Why is having colonies framed as a bad thing?
The "white price" is the foreigner price. Everywhere on earth; locals ripoff tourists and/or newcomers who don't know the local prices. New York where Im from does this; any little shop that isnt computerized. They even rip off the NYU freshmen in Greenwich village every Aug-Sept before the kids get streetwise.
My parents native Greece tried to rip me off every time I visited over rooms, rental mopeds, drinks, anywhere they could give a verbal price.
The truth is: a tourist from a western country has vast salaries compared to most of the world. As a 21 year old waiter in New York I earned as much as an educated professional in Greece established for 10 years. A pittance to us is good $ to them. A big, good meal that costs at least 25$ in NYC 1999 was only 8$ worth of drachmas to me in Aug 1999 in Crete. So of course a server woukd try to charge double the local price...still a bargain; but what a windfall for the local. He pockets the extra.
As most people live week to week; a "wealthy" tourist who is only middle class by American standards saved up 3-4K ; might be the equivalent of a half a year's salary to spend 10 days abroad.

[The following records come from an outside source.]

// SPDX-License-Identifier: MIT
#include "fields/fourier.hpp"

#include <fftw3.h>

#include <cmath>
#include <mutex>
#include <stdexcept>
#include <type_traits>

#include "fields/aligned.hpp"
#include "inputs/constants.hpp"

namespace spokewright {
namespace {

struct PlanDeleter {
    void operator()(fftw_plan plan) const { fftw_destroy_plan(plan); }
};
using Plan = std::unique_ptr<std::remove_pointer_t<fftw_plan>, PlanDeleter>;

// FFTW's planner keeps global tables; only execution is safe from many threads.
std::mutex planner_mutex;

fftw_complex* raw(std::complex<double>* values) {
    return reinterpret_cast<fftw_complex*>(values);
}

// A plan made for aligned arrays may use aligned loads, so an array that is not aligned must not reach it.
void require_aligned(const void* array) {
    if (fftw_alignment_of(static_cast<double*>(const_cast<void*>(array))) != 0) {
        throw std::invalid_argument("RowFourier: arrays must be AlignedVector storage");
    }
}

}  // namespace

struct RowFourier::Plans {
    Plan forward;
    Plan backward;
};

RowFourier::RowFourier(int rows, int length) : rows_(rows), length_(length), plans_(std::make_unique<Plans>()) {
    AlignedVector<double> values(static_cast<std::size_t>(rows) * static_cast<std::size_t>(length));
    AlignedVector<std::complex<double>> spectrum(static_cast<std::size_t>(rows) *
                                                 static_cast<std::size_t>(harmonics()));
    const std::lock_guard lock(planner_mutex);
    plans_->forward.reset(fftw_plan_many_dft_r2c(1, &length, rows, values.data(), nullptr, 1, length,
                                                 raw(spectrum.data()), nullptr, 1, harmonics(),
                                                 FFTW_ESTIMATE | FFTW_PRESERVE_INPUT));
    plans_->backward.reset(fftw_plan_many_dft_c2r(1, &length, rows, raw(spectrum.data()), nullptr, 1, harmonics(),
                                                  values.data(), nullptr, 1, length, FFTW_ESTIMATE));
    if (!plans_->forward || !plans_->backward) {
        throw std::invalid_argument("RowFourier: no plan for this size");
    }
}

RowFourier::~RowFourier() = default;
RowFourier::RowFourier(RowFourier&&) noexcept = default;
RowFourier& RowFourier::operator=(RowFourier&&) noexcept = default;

void RowFourier::forward(std::span<const double> values, std::span<std::complex<double>> harmonics) const {
    require_aligned(values.data());
    require_aligned(harmonics.data());
    // FFTW_PRESERVE_INPUT: the cast is safe, the input is not written.
    fftw_execute_dft_r2c(plans_->forward.get(), const_cast<double*>(values.data()), raw(harmonics.data()));
}

void RowFourier::backward(std::span<std::complex<double>> harmonics, std::span<double> values) const {
    require_aligned(harmonics.data());
    require_aligned(values.data());
    fftw_execute_dft_c2r(plans_->backward.get(), raw(harmonics.data()), values.data());
}

std::vector<double> amplitude_spectrum(std::span<const double> record) {
    const int length = static_cast<int>(record.size());
    if (length < 2) {
        return {};
    }
    AlignedVector<double> windowed(record.size());
    double window_sum = 0;
    for (int k = 0; k < length; ++k) {
        const double window = 0.5 * (1 - std::cos(2 * kPi * k / length));
        window_sum += window;
        windowed[static_cast<std::size_t>(k)] = window * record[static_cast<std::size_t>(k)];
    }
    const RowFourier fourier(1, length);
    AlignedVector<std::complex<double>> harmonics(static_cast<std::size_t>(fourier.harmonics()));
    fourier.forward(windowed, harmonics);
    std::vector<double> amplitude(harmonics.size());
    for (std::size_t k = 0; k < harmonics.size(); ++k) {
        amplitude[k] = 2 * std::abs(harmonics[k]) / window_sum;
    }
    return amplitude;
}

}  // namespace spokewright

That's a juicy target to overcharge. It takes a grossly fraudulent overcharge to match the domestic prices in Paris, London, NYC. 7$ for a Cappuccino???
Yes. And even though the average income differs enormously among the “white” countries, not to mention social and economic stratification inside any of those societies, it’s hard to judge the people in distant lands for not knowing that and making an easy assumption: white = rich
I was "rich" as a 22 year old NYC waiter tourist in Greece. My 1999 2000$ of spending $ to spend 14 days was like 4 months of avg salary. Even when ripped off it wasn't NYC prices. A luxury hotel with a balcony view of Mediterranean cost 60$ per night and back then Ramada Inn Queens was 150$. Luxury stay in NYC was 500$ a night; an extravagance Id never afford then or today.

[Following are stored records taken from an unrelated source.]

// SPDX-License-Identifier: MIT
// A std::vector whose storage starts on a 64-byte line, as FFTW's and the compiler's vector loads like it.
#pragma once

#include <cstddef>
#include <new>
#include <vector>

namespace spokewright {

template <class T>
struct AlignedAllocator {
    using value_type = T;
    static constexpr std::align_val_t kAlignment{64};

    AlignedAllocator() = default;
    template <class U>
    AlignedAllocator(const AlignedAllocator<U>&) {}

    T* allocate(std::size_t count) { return static_cast<T*>(::operator new(count * sizeof(T), kAlignment)); }
    void deallocate(T* storage, std::size_t) { ::operator delete(storage, kAlignment); }
    template <class U>
    bool operator==(const AlignedAllocator<U>&) const {
        return true;
    }
};

template <class T>
using AlignedVector = std::vector<T, AlignedAllocator<T>>;

}  // namespace spokewright
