"""How wrong a step is: normal modes of the column and what one step does to each."""

from levelstride.accuracy.modes import Modes, normal_modes, resolved_gravity
from levelstride.accuracy.wave_errors import (
    ModeErrors,
    ResolvedWaves,
    StepErrors,
    WaveErrors,
    mode_errors,
    resolved_gravity_errors,
    resolved_waves,
    worst_of,
)

__all__ = [
    "ModeErrors",
    "Modes",
    "ResolvedWaves",
    "StepErrors",
    "WaveErrors",
    "mode_errors",
    "normal_modes",
    "resolved_gravity",
    "resolved_gravity_errors",
    "resolved_waves",
    "worst_of",
]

First: most of the world has lower prices. Second: No matter what, a tourist is affluence defined. Going away to another country, purely for fun not for a family funeral, wedding, etc is beyond the means of 98% of the world. To even have a workplace that would hold your job is such affluence. For example: Anyone working in a restaurant (like i did) who leaves will not have work when they return. They cant just close they have to hire replacement immediately. Whenever I returned from greece I had to find a new job. The owners rarely travelled; unless they had trusted partners , a brother, to cover.
So to the shopkeepers and locals and such, who will never see the world, the tourist is an object of envy.

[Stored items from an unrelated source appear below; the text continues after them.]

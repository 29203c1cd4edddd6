"""Normal modes followed into the eigenvalues of one step, by continuation in dt and by overlap."""

from __future__ import annotations

from collections.abc import Iterator
from dataclasses import dataclass
from typing import Any, cast

import numpy as np
from numpy.typing import NDArray
from scipy.linalg import eig

from levelstride.errors import CalculationError
from levelstride.schemes.scheme import TimeScheme
from levelstride.splitting.parts import Parts
from levelstride.stepper.any_scheme import AnyStepper, stepper_of, with_history

Array = NDArray[np.float64]
Mask = NDArray[np.bool_]
Complex = NDArray[np.complex128]
Matrix = NDArray[Any]

DOUBT = 0.3
"""An overlap further from one than this does not decide."""

FAINT = 0.1
"""A mode of which one step leaves less than this share has no phase to speak of."""

MOST_LOOKS = 12
"""Steps at which all eigenvalues of one wave are found before a mode is given up as ambiguous."""

USELESS, FEW_LOOKS = 1.1, 4
"""A step that grows by more than this is of no use, and gets so many looks only."""

MOST_HALVINGS = 6

NEAR_TURN, LARGEST_TURN = 1.0, 2.0
"""Turns between neighbouring steps [rad]: that aimed at, and the largest that is unambiguous."""

LARGEST_DECAY = 7.0
"""Decay in one step beyond exp of minus this is taken for that where time levels are made up."""

STRIDE = 0.25
"""Beyond the first turns a factor varies over steps of this share of the step."""


@dataclass(frozen=True, slots=True, eq=False)
class Pairs:
    """Eigenvalues with their right and left eigenvectors, ``left^H right = 1``.

    Attributes
    ----------
    value : ndarray, shape (npair,)
    right, left : ndarray, shape (nstate, npair)
    """

    value: Complex
    right: Matrix
    left: Matrix

    @classmethod
    def of(cls, matrix: Matrix) -> Pairs:
        """Find all of a full matrix."""
        value, right = np.linalg.eig(matrix)
        with np.errstate(all="ignore"):
            try:
                left = np.linalg.inv(right).conj().T
            except np.linalg.LinAlgError:
                left = np.full_like(right, np.nan)
        if not np.all(np.isfinite(left)):
            solved = cast("tuple[Matrix, Matrix, Matrix]", eig(matrix, left=True, right=True))
            value, left, right = solved
            product = np.sum(left.conj() * right, axis=0)
            left = left / np.where(np.abs(product) < 1e-13, 1e-13, product).conj()
        return cls(value.astype(np.complex128), right, left)

    def select(self, chosen: NDArray[Any]) -> Pairs:
        """Return some of them, by mask or number."""
        return Pairs(self.value[chosen], self.right[:, chosen], self.left[:, chosen])


@dataclass(frozen=True, slots=True, eq=False)
class Followed:
    """What became of each mode in one step.

    Attributes
    ----------
    factor : ndarray of complex, shape (nmode,)
        Eigenvalue of R(dt) that belongs to the mode; NaN where none does decisively.
    turn : ndarray, shape (nmode,)
        Its phase by continuation from dt = 0, beyond half a turn too [rad]. NaN without a match,
        and where one step leaves less than a tenth of the mode, so that it has no phase.
    matched : ndarray of bool, shape (nmode,)
    looks : int
        Number of steps at which eigenvalues were found.
    radius : float
        Largest modulus of all eigenvalues of R(dt).
    """

    factor: Complex
    turn: Array
    matched: Mask
    looks: int
    radius: float


@dataclass(frozen=True, slots=True, eq=False)
class _Front:
    """Modes at one step on their way.

    ``pairs.value`` are eigenvalues of R there, ``rate`` is how fast they turned so far [rad/s] and
    ``growth`` how fast they grew [1/s].
    """

    step: float
    pairs: Pairs
    turn: Array
    rate: Array
    growth: Array

    def select(self, mask: Mask) -> _Front:
        pairs = self.pairs.select(mask)
        return _Front(self.step, pairs, self.turn[mask], self.rate[mask], self.growth[mask])


class Follower:
    """Follows modes of one wave under one tableau and splitting to any step.

    Parameters
    ----------
    parts : Parts
        The operator by treatment, in energy coordinates.
    tableau : TimeScheme
    most_looks : int
        Steps at which eigenvalues may be found on the way to one step.

    Notes
    -----
    At dt -> 0 eigenvectors of R(dt) are those of the operator. From a step a, where eigenvectors x
    and their duals y are known, to a longer step b with eigenvectors X and duals Y, the overlap of
    mode i with eigenvector j is (y_i^H X_j)(Y_j^H x_i). It does not depend on any scaling, and sums
    to one over j, in whatever way vectors are entangled. One within 0.3 of one decides; otherwise
    the way is halved, for the modes in doubt alone. Narrow crossings of eigenvalues are thus passed
    by the mode that looks the same on both sides. What is still in doubt after six halvings, or 12
    steps at which eigenvalues were found, is ambiguous; after four of them where the step grows by
    more than a tenth, since it is of no use anyway.

    The phase is that of y_i^H R(h) x_i, followed from a to b in turns of about a radian, and at b
    corrected to the eigenvalue. Without a reliable phase a match does not count, unless the step
    damps the mode to less than a tenth.

    References
    ----------
    Golub and Van Loan 2013, Matrix Computations, 4th edition, section 7.2 (eigenvalues and their
    condition by left and right eigenvectors; textbook).
    """

    def __init__(self, parts: Parts, tableau: TimeScheme, *, most_looks: int = MOST_LOOKS) -> None:
        self._parts, self._tableau, self._most_looks = parts, tableau, most_looks
        self._most = most_looks
        self._stepper: AnyStepper | None = None
        self._seen: dict[float, Pairs] = {}

    def follow(self, exponent: Complex, right: Matrix, left: Matrix, dt: float) -> Followed:
        """Follow modes to one step.

        Parameters
        ----------
        exponent : ndarray, shape (nmode,)
            Modes go as exp(exponent t) [1/s].
        right, left : ndarray, shape (nstate, nmode)
            Modes and their duals in energy coordinates, ``left^H right = 1``.
        dt : float
            Step [s].

        Raises
        ------
        CalculationError
            If an implicit stage has no solution at this step.
        """
        self._seen = {}
        last = self._pairs(dt)
        radius = float(np.abs(last.value).max())
        self._most = self._most_looks if radius <= USELESS else min(self._most_looks, FEW_LOOKS)
        one = np.ones(exponent.size, dtype=np.complex128)
        still, pairs = np.zeros(exponent.size), Pairs(one, right, left)
        start = _Front(0.0, pairs, still, exponent.imag, exponent.real)
        end, matched = self._reach(start, dt, 0)
        missing = np.where(matched, 1.0, np.nan)
        return Followed(
            end.pairs.value * missing, end.turn * missing, matched, len(self._seen), radius
        )

    def bundle(self, right: Matrix, left: Matrix, dt: float) -> Complex | None:
        """Find the eigenvalues at one step that belong to modes of equal frequency and growth.

        Parameters
        ----------
        right, left : ndarray, shape (nstate, nmode)
            Modes, any mixture of which is a mode as well, and their duals.
        dt : float
            Step [s].

        Returns
        -------
        ndarray of complex, shape (nmode,), or None
            None where the space that they span does not decide.
        """
        found = self._pairs(dt)
        still = np.zeros(right.shape[1])
        front = _Front(
            0.0, Pairs(np.ones(still.size, dtype=np.complex128), right, left), still, still, still
        )
        right, left = self._lifted(front, dt)
        overlap = np.sum((left.conj().T @ found.right) * (found.left.conj().T @ right).T, axis=0)
        best = np.argsort(-np.abs(overlap))[: right.shape[1]]
        return found.value[best] if np.all(np.abs(overlap[best] - 1) <= DOUBT) else None

    def _at(self, step: float) -> AnyStepper:
        if self._stepper is None:
            self._stepper = stepper_of(self._parts, self._tableau, step)
        elif self._stepper.dt != step:
            self._stepper = self._stepper.at_step(step)
        return self._stepper

    def _pairs(self, step: float) -> Pairs:
        if step not in self._seen:
            matrix = self._at(step).matrix()
            if not np.all(np.isfinite(matrix)):
                raise CalculationError(
                    f"{self._tableau.name}: one step of {step:g} s overflows; take a shorter one"
                )
            self._seen[step] = Pairs.of(matrix)
        return self._seen[step]

    def _reach(self, front: _Front, step: float, halvings: int) -> tuple[_Front, Mask]:
        """Follow modes to a step, by halves where that is needed; say which arrived."""
        if front.turn.size == 0:
            return front, np.zeros(0, dtype=bool)
        arrived, sure = front, np.zeros(front.turn.size, dtype=bool)
        if step in self._seen or len(self._seen) < self._most:
            try:
                arrived, sure = self._leap(front, step)
            except CalculationError:  # a pole on the way
                return front, sure
        if sure.all() or halvings == MOST_HALVINGS or len(self._seen) >= self._most:
            return arrived, sure
        doubtful = front.select(~sure)
        halfway, passed = self._reach(doubtful, (front.step + step) / 2, halvings + 1)
        onward, there = self._reach(halfway.select(passed), step, halvings + 1)
        places = np.flatnonzero(~sure)[passed][there]
        return _joined(arrived, onward.select(there), places, step), sure | np.isin(
            np.arange(sure.size), places
        )

    def _leap(self, front: _Front, step: float) -> tuple[_Front, Mask]:
        """Match modes with eigenvalues at another step; say which match is sure."""
        found = self._pairs(step)
        right, left = self._lifted(front, step)
        overlap = (left.conj().T @ found.right) * (found.left.conj().T @ right).T
        best = np.argmax(np.abs(overlap), axis=1)
        near = np.abs(overlap[np.arange(best.size), best] - 1) <= DOUBT
        sure = near & (np.bincount(best[near], minlength=found.value.size)[best] <= 1)
        chosen = found.select(best)
        turn = self._turns(front, step, overlap @ found.value, chosen.value)
        faint = np.abs(chosen.value) < FAINT
        sure &= faint | np.isfinite(turn)
        turn = np.where(faint, np.nan, turn)
        rate = np.where(np.isfinite(turn), (turn - front.turn) / (step - front.step), front.rate)
        with np.errstate(divide="ignore"):
            growth = np.log(np.abs(chosen.value)) / step
        return _Front(step, chosen, turn, rate, growth), sure

    def _lifted(self, front: _Front, step: float) -> tuple[Matrix, Matrix]:
        """Modes of a front and their duals at a step, with the time levels before it.

        A scheme of several levels sees a mode as it has turned and grown so far; the duals are
        scaled so that their product with it is one. The exact duals weigh the newest level alone.
        """
        right, left = front.pairs.right, front.pairs.left
        levels, size = self._tableau.levels, self._parts.layout.size
        if levels == 1:
            return right, left
        turned = np.where(np.isfinite(front.rate), front.rate, 0.0)
        growth = np.maximum(front.growth, -LARGEST_DECAY / step)
        right = with_history(right[:size], np.exp((growth + 1j * turned) * step), levels)
        if left.shape[0] == size:
            left = np.concatenate([left, np.zeros(((levels - 1) * size, left.shape[1]))])
        product = np.sum(left.conj() * right, axis=0)
        with np.errstate(divide="ignore", invalid="ignore"):
            return right, left / product.conj()

    def _turns(self, front: _Front, step: float, quotient: Complex, value: Complex) -> Array:
        """Phases of eigenvalues on the branch that continues those of the front; NaN if unsure."""
        turn, before = front.turn.copy(), front.pairs.value
        for now in self._quotients(front, step, quotient):
            with np.errstate(divide="ignore", invalid="ignore"):
                turned = np.angle(now / before)
            turn += np.where(np.abs(turned) <= LARGEST_TURN, turned, np.nan)
            before = now
        close = np.abs(quotient - value) <= (1 - DOUBT) * np.abs(value)
        with np.errstate(divide="ignore", invalid="ignore"):
            turn += np.angle(value / quotient)
        return np.where(close, turn, np.nan)

    def _quotients(self, front: _Front, step: float, last: Complex) -> Iterator[Complex]:
        """Quotients y^H R(h) x at steps h between the front and a further step, and there."""
        fastest = float(np.abs(front.rate).max())
        at = front.step
        while (at := max(at + NEAR_TURN / max(fastest, 1e-300), (1 + STRIDE) * at)) < step:
            right, left = self._lifted(front, at)
            stepped = self._at(at).step(right)
            yield np.sum(left.conj() * stepped, axis=0).astype(np.complex128)
        yield last


def _joined(front: _Front, more: _Front, places: NDArray[np.intp], step: float) -> _Front:
    """Put the modes of another front into their places."""
    value, right, left = (
        front.pairs.value.copy(),
        front.pairs.right.astype(np.complex128),
        front.pairs.left.astype(np.complex128),
    )
    turn, rate, growth = front.turn.copy(), front.rate.copy(), front.growth.copy()
    value[places], turn[places], rate[places] = more.pairs.value, more.turn, more.rate
    growth[places] = more.growth
    right[:, places], left[:, places] = more.pairs.right, more.pairs.left
    return _Front(step, Pairs(value, right, left), turn, rate, growth)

When I was in Cameroon talking with local people the sentences were all same..we Wolof are the good ones the other are thieves then we Fulani are the good ones the rest are beggars then We Bujumba are the good ones the others are liars and criminals….and so on and on and on…
Diversity is their strenght.
PS fundamentally I agree with you. It’s not agreeable to be judged and treated as though you have no independent thought and belong to collective guilt
Thanks for this, it’s not a place I would ever wish to go but I really appreciate the insight.